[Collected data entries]
──────────

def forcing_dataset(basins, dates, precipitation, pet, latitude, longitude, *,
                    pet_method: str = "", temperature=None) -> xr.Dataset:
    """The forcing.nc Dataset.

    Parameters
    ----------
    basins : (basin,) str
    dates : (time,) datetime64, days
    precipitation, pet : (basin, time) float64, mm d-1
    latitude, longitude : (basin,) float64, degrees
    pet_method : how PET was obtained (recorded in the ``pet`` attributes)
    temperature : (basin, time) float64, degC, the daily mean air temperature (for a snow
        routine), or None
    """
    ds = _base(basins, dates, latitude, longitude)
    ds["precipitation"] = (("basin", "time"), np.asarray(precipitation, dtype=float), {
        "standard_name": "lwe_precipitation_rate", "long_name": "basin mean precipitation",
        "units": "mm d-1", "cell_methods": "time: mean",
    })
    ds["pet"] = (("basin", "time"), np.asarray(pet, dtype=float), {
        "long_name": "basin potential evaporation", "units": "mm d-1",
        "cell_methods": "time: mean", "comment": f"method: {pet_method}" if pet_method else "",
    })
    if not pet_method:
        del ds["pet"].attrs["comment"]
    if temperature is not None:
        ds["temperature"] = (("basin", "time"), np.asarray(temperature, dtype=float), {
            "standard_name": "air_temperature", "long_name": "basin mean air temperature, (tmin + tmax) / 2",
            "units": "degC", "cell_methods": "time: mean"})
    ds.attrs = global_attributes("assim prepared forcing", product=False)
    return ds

──────────

• _PROBLEM TO SOLVE_: Please reproduce, exactly as written, the lines of the records from the first line through the one containing "dates : (time,) datetime64, days".

• _RESULT_:
def forcing_dataset(basins, dates, precipitation, pet, latitude, longitude, *,
                    pet_method: str = "", temperature=None) -> xr.Dataset:
    """The forcing.nc Dataset.

    Parameters
    ----------
    basins : (basin,) str
    dates : (time,) datetime64, days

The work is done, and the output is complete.